At the bottom of this page, and all 600 pages throughout our site, it says ‘This web site is independent. It is not official in any way. Our editorial staff is private and unaffiliated.’

It’s true. We are not deacons, priests, or bishops. We are not church employees. We don’t represent or speak for anyone but ourselves. We write about the church because we love it, but our official role in the church is that of faithful laypeople. We attend our parish church every Sunday when we are not stopped by disease or injury. We listen to our rector’s sermons, talk to fellow parish members, and cherish our role as, well, sheep, rather than shepherds.

Yes, he’s back for Lent and for all time: Our boy in Hippo, the Right Reverend Saint Augustine

Augustine of Hippo, an authority on sin and repentance. Still worth reading after all these years.

So here we are in the middle of Lent. Like millions of other Anglicans worldwide, we sang hymns, listened to scripture readings and a sermon, professed our faith, confessed our sins, took the Eucharist, and chatted with our fellow parish members before heading back to our weekend business.

Our weekend business is to edit and publish Anglicans Online. We update our resource listings, scan the world’s news for stories relevant to our News Centre, track corrections to our links, and write this front-page letter. Then we publish. We try to be global, useful, literate, spiritual, and concise. And we aim to get each week’s edition online by midnight, local time.

But it is now more than halfway through Lent, and there is a war going on. The discipline of Lent is guiding us to focus our thoughts and prayers more carefully than we might at other times. And the war is causing us, like most of the people we know, to concentrate more on what we are doing and why we are doing it.

Just a block in Baghdad...

This morning our rector’s sermon reminded us that, especially during Lent, it is better to think about our own sins rather than the sins of others. In thinking about that and how it applies to us, we realised that in our front-page letter of two weeks ago—in which we expressed an opinion about the Jensen family members in the Diocese of Sydney—we were doing quite what we were suggesting that they not do.
This morning, in Lenten prayer, we realised that we made a mistake in commenting on others’ behaviour, when our own is so clearly mortal and imperfect.

We should like to offer our apology to the Diocese of Sydney for writing what we did.

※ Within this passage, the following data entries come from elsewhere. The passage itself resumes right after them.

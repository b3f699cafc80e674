/** How far a quaternion's length may be from 1: files write few digits. */
export const QUATERNION_TOLERANCE = 1e-3;

/**
 * A quaternion of length 1 from one that is nearly so.
 * @returns null where its length differs from 1 by more than the tolerance
 */
export function unitQuaternion(
  quaternion: readonly [number, number, number, number],
): [number, number, number, number] | null {
  const length = Math.hypot(...quaternion);
  if (!(Math.abs(length - 1) <= QUATERNION_TOLERANCE)) return null;
  const [w, x, y, z] = quaternion;
  return [w / length, x / length, y / length, z / length];
}
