// PROVISIONAL
import { good, type Outcome, refused } from "../faults/fault.ts";
import type { ScanResult, StationResult } from "../schemas/scan-result.ts";
import { resolveLimits, type SeamModel } from "../schemas/seam-model.ts";
import type { ScanCloud } from "./scan-cloud.ts";

export interface Line {
  cx: number;
  cy: number;
  dx: number;
  dy: number;
  n: number;
  rms: number;
  pts: [number, number][];
}
type P = [number, number];
function lineThrough(pts: P[]): Line {
  let mx = 0,
    my = 0;
  for (const p of pts) {
    mx += p[0];
    my += p[1];
  }
  mx /= pts.length;
  my /= pts.length;
  let sxx = 0,
    sxy = 0,
    syy = 0;
  for (const p of pts) {
    const a = p[0] - mx,
      b = p[1] - my;
    sxx += a * a;
    sxy += a * b;
    syy += b * b;
  }
  const th = 0.5 * Math.atan2(2 * sxy, sxx - syy);
  const dx = Math.cos(th),
    dy = Math.sin(th);
  let s = 0;
  for (const p of pts) {
    const r = (p[0] - mx) * -dy + (p[1] - my) * dx;
    s += r * r;
  }
  return { cx: mx, cy: my, dx, dy, n: pts.length, rms: Math.sqrt(s / Math.max(1, pts.length - 2)), pts };
}
function ransac(pts: P[], dir: P, seed: number): Line | null {
  if (pts.length < 6) return null;
  let best: P[] = [];
  let s = seed;
  const rnd = () => {
    s = (s * 1103515245 + 12345) & 0x7fffffff;
    return s / 0x7fffffff;
  };
  for (let k = 0; k < 40; k++) {
    const a = pts[Math.floor(rnd() * pts.length)]!,
      b = pts[Math.floor(rnd() * pts.length)]!;
    const dx = b[0] - a[0],
      dy = b[1] - a[1],
      l = Math.hypot(dx, dy);
    if (l < 1 || Math.abs((dx * dir[0] + dy * dir[1]) / l) < 0.95) continue;
    const inl = pts.filter((p) => Math.abs(((p[0] - a[0]) * -dy + (p[1] - a[1]) * dx) / l) < 0.15);
    if (inl.length > best.length) best = inl;
  }
  if (best.length < 5) return null;
  return lineThrough(best);
}
export function sectionPoints(
  _model: SeamModel,
  cloud: ScanCloud,
  v: SeamModel["seam"]["vertices"][number],
  half: number,
): P[] {
  const out: P[] = [];
  const { xyz_mm: x } = cloud;
  for (let i = 0; i < cloud.count; i++) {
    const a = x[3 * i]! - v.point[0],
      b = x[3 * i + 1]! - v.point[1],
      c = x[3 * i + 2]! - v.point[2];
    const t = a * v.tangent[0] + b * v.tangent[1] + c * v.tangent[2];
    if (t > half || t < -half) continue;
    const l = a * v.lateral[0] + b * v.lateral[1] + c * v.lateral[2];
    const n = a * v.normal[0] + b * v.normal[1] + c * v.normal[2];
    if (Math.abs(l) < 30 && Math.abs(n) < 30) out.push([l, n]);
  }
  return out;
}
export function twoPlates(pts: P[]): { a: Line; b: Line; root: P } | null {
  const a = ransac(pts, [1, 0], 7);
  const b = ransac(pts, [0, 1], 11);
  if (!a || !b) return null;
  const det = a.dx * -b.dy + b.dx * a.dy;
  const u = ((b.cx - a.cx) * -b.dy + b.dx * (b.cy - a.cy)) / det;
  return { a, b, root: [a.cx + u * a.dx, a.cy + u * a.dy] };
}
export function evaluateScan(
  model: SeamModel,
  cloud: ScanCloud,
  _o: { scanner_accuracy_mm?: number; step_mm?: number } = {},
): Outcome<ScanResult> {
  const vs = model.seam.vertices;
  const half = (vs[1]!.station_mm - vs[0]!.station_mm) / 2;
  const stations: StationResult[] = vs.map((v) => {
    const pts = sectionPoints(model, cloud, v, half);
    const r = pts.length > 12 ? twoPlates(pts) : null;
    if (!r) return { station_mm: v.station_mm, measured: false, why: "no_points" };
    return {
      station_mm: v.station_mm,
      measured: true,
      lateral_mm: r.root[0],
      normal_mm: r.root[1],
      gap_mm: 0,
      angle_deg: 0,
      u_lateral_mm: 0.03,
      u_normal_mm: 0.03,
    };
  });
  const m = stations.filter((s) => s.measured);
  if (m.length === 0 && !vs.some((v) => sectionPoints(model, cloud, v, 3).length > 5))
    return refused({ code: "scan-units-implausible", detail: "The scan does not fit the model." });
  const lim = resolveLimits(model.limits);
  const worst = Math.max(...m.map((s) => Math.abs(s.lateral_mm ?? 0)), 0);
  const at = m.find((s) => Math.abs(s.lateral_mm ?? 0) === worst)?.station_mm ?? 0;
  const share = m.length / stations.length;
  const verdict =
    worst > lim.adapt.lateral_mm || share < lim.coverage_share
      ? "hold"
      : worst > lim.within.lateral_mm
        ? "adapt"
        : "within";
  return good({
    engine: "provisional 0",
    model: model.case ?? "",
    joint_type: model.joint_type,
    points: cloud.count,
    points_used: cloud.count,
    points_lost: cloud.lost,
    verdict,
    reasons:
      verdict === "within"
        ? []
        : [
            {
              check: "lateral",
              station_mm: at,
              value: worst,
              limit: lim.adapt.lateral_mm,
              unit: "mm",
              level: verdict === "hold" ? "adapt" : "within",
              proof: "outside",
              text: `Lateral ${worst.toFixed(2)} mm at ${at} mm`,
            },
          ],
    warnings: [],
    coverage: { share, longest_blind_mm: 0 },
    ends: { start_mm: 0, end_mm: model.seam.length_mm, start_seen: false, end_seen: false },
    rigid: { translation_mm: [0, 0, 0], rotation_deg: [0, 0, 0], unobservable: [] },
    summary: { lateral_mm: { max_abs: worst, at_mm: at, rms: worst / 2, p95_abs: worst } },
    stations,
  } as unknown as ScanResult);
}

We will leave it to the secular press to duel or deal with what is or isn’t happening there. We were out of place to express an opinion of that nature. Our motives were pure, as we expect that the Jensens’ were, too, and any differences that we might or might not have with the way a diocese is operating, we should keep to ourselves or communicate in private. But our comment did more harm than good, and we feel penitential for having made it. A public confession is always delicate, because if you say too much, it looks as though you are trying to attract attention to the very act of your repentance.

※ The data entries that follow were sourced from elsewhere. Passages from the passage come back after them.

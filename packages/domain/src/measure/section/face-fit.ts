import { consensusLine } from "../fit/consensus-line.ts";
import { type FittedLine, type Line, offsetLine, robustLine } from "../fit/line-fit.ts";
import { selectKth } from "../fit/median.ts";
import type { Face } from "../joints/joint-faces.ts";

/** Points of one section: a stretch of the slices' arrays. */
export interface SectionSlice {
  readonly l_mm: Float64Array;
  readonly n_mm: Float64Array;
  readonly from: number;
  readonly to: number;
}

/** Where a face is looked for, in its own axes. */
export interface FaceSearch {
  /** Where it is expected. */
  readonly line: Line;
  /** Points this far from the expected line, square to it, are looked at, mm. */
  readonly band_mm: number;
  /** Stretch along the face, mm. */
  readonly from_mm: number;
  readonly to_mm: number;
  /** Seed of the consensus draws; absent: the expected line is near enough to begin with. */
  readonly seed?: number;
  /** Direction taken as known, from the sections beside: only the offset is fitted. */
  readonly known?: { readonly angle_rad: number; readonly u_rad: number };
}

/** Fewer points than this carry no face. */
export const FEWEST_POINTS = 8;

/** How far a plate may be turned against the model and still be taken for it, radians. */
const TURN_RAD = (14 * Math.PI) / 180;

/** Consensus band: about four standard deviations of a good sensor's noise, mm. */
const CONSENSUS_MM = 0.15;
const TRIALS = 48;

/** After consensus, points beyond this never count, mm. */
const FIT_BAND_MM = 0.5;

const room = { ts: new Float64Array(1024), ds: new Float64Array(1024) };

/** Copies the points near a place into the face's axes; returns how many. */
function gather(slice: SectionSlice, face: Face, search: FaceSearch): number {
  const size = slice.to - slice.from;
  if (room.ts.length < size) {
    room.ts = new Float64Array(2 * size);
    room.ds = new Float64Array(2 * size);
  }
  const { ts, ds } = room;
  const { l_mm, n_mm, to } = slice;
  const { from_mm, to_mm, band_mm, line } = search;
  const cos = Math.cos(face.direction_rad);
  const sin = Math.sin(face.direction_rad);
  const l0 = face.near[0];
  const n0 = face.near[1];
  const { t_mm, d_mm } = line;
  const slope = Math.tan(line.angle_rad);
  let count = 0;
  for (let i = slice.from; i < to; i++) {
    const l = l_mm[i]! - l0;
    const n = n_mm[i]! - n0;
    const t = l * cos + n * sin;
    if (t < from_mm || t > to_mm) continue;
    const d = n * cos - l * sin;
    if (Math.abs(d - d_mm - slope * (t - t_mm)) > band_mm) continue;
    ts[count] = t;
    ds[count] = d;
    count += 1;
  }
  return count;
}

/**
 * One face of a section: consensus among the points where it is expected, then orthogonal regression with Tukey's
 * weights.
 * @returns null where fewer than eight points carry it
 */
export function fitFace(slice: SectionSlice, face: Face, search: FaceSearch): FittedLine | null {
  const count = gather(slice, face, search);
  if (count < FEWEST_POINTS) return null;
  const points = { ts: room.ts, ds: room.ds, count };
  if (search.known) {
    const held = offsetLine(points, search.line, {
      band_mm: Math.min(FIT_BAND_MM, search.band_mm),
      ...search.known,
    });
    return held && held.inliers >= FEWEST_POINTS ? held : null;
  }
  let start: Line | null = search.line;
  if (search.seed !== undefined) {
    const found = consensusLine(room.ts, room.ds, count, {
      turn_rad: TURN_RAD,
      band_mm: CONSENSUS_MM,
      trials: TRIALS,
      seed: search.seed,
    });
    start = found?.line ?? null;
  }
  const fitted = start && robustLine(points, start, Math.min(FIT_BAND_MM, search.band_mm));
  if (!fitted || fitted.inliers < FEWEST_POINTS || Math.abs(fitted.angle_rad) > 1.5 * TURN_RAD) return null;
  return fitted;
}

/** Steps of a nearly ordered run that are put right one by one; a run that needs more is sorted. */
const FEW_MOVES = 8;

/**
 * Sorts places along a face. A scanner gives them nearly in order, forward or backward, so moving the few stray ones
 * is most often enough.
 */
function sortedRun(ts: Float64Array): Float64Array {
  const count = ts.length;
  if (count > 1 && ts[0]! > ts[count - 1]!) ts.reverse();
  let moves = FEW_MOVES * count;
  for (let i = 1; i < count; i++) {
    const t = ts[i]!;
    let k = i;
    for (; k > 0 && ts[k - 1]! > t; k--) ts[k] = ts[k - 1]!;
    ts[k] = t;
    moves -= i - k;
    if (moves < 0) return ts.sort();
  }
  return ts;
}

/** The median step of a growing run, the upper middle of an even count; 0 of a single place. */
function usualStep(ts: Float64Array): number {
  const { ds: steps } = room;
  const count = ts.length - 1;
  if (count < 1) return 0;
  for (let i = 0; i < count; i++) steps[i] = ts[i + 1]! - ts[i]!;
  return selectKth(steps, count, count >> 1);
}

/** Places of the points on a face, mm along it, in growing order. */
export function alongFace(slice: SectionSlice, face: Face, search: FaceSearch): Float64Array {
  return sortedRun(room.ts.slice(0, gather(slice, face, search)));
}

/** Where a face's points begin, seen from the root. */
export interface FaceEnd {
  /** First point that carries the face, mm along it. */
  readonly t_mm: number;
  /** Usual distance between its points there, mm. */
  readonly spacing_mm: number;
}

/** Points looked at to find the spacing. */
const END_POINTS = 6;

/**
 * The end of a face on its root side: the first of its points that others follow, stray ones left out.
 * @param line the fitted face; points within `band_mm` of it are its own
 * @param from_mm where to begin: past the points of a face that it meets
 */
export function faceEnd(
  slice: SectionSlice,
  face: Face,
  line: Line,
  { band_mm, from_mm }: { readonly band_mm: number; readonly from_mm: number },
): FaceEnd | null {
  const ts = alongFace(slice, face, { line, band_mm, from_mm, to_mm: face.length_mm + 8 });
  const count = ts.length;
  if (count < END_POINTS) return null;
  const spacing_mm = Math.max(1e-3, usualStep(ts));
  // A ghost or spike stands alone: the end is where four points follow within eight usual steps.
  for (let i = 0; i + 4 < count; i++)
    if (ts[i + 4]! - ts[i]! <= 8 * spacing_mm && ts[i + 1]! - ts[i]! <= 3 * spacing_mm)
      return { t_mm: ts[i]!, spacing_mm };
  return null;
}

Now, about this Lenten war. How best to proceed? We’ve stared for hours at this aerial photograph of the only Anglican church in Iraq, looking empty and forlorn in the shadow of the Ministry of Information, thought about all of those who through the years have attended services there, and wondered whether it will still be standing a month from today. We hope, we pray, we plead that this war will be over soon, and that there will be no increase in Christian-Muslim conflict as a result. Meanwhile, we wait...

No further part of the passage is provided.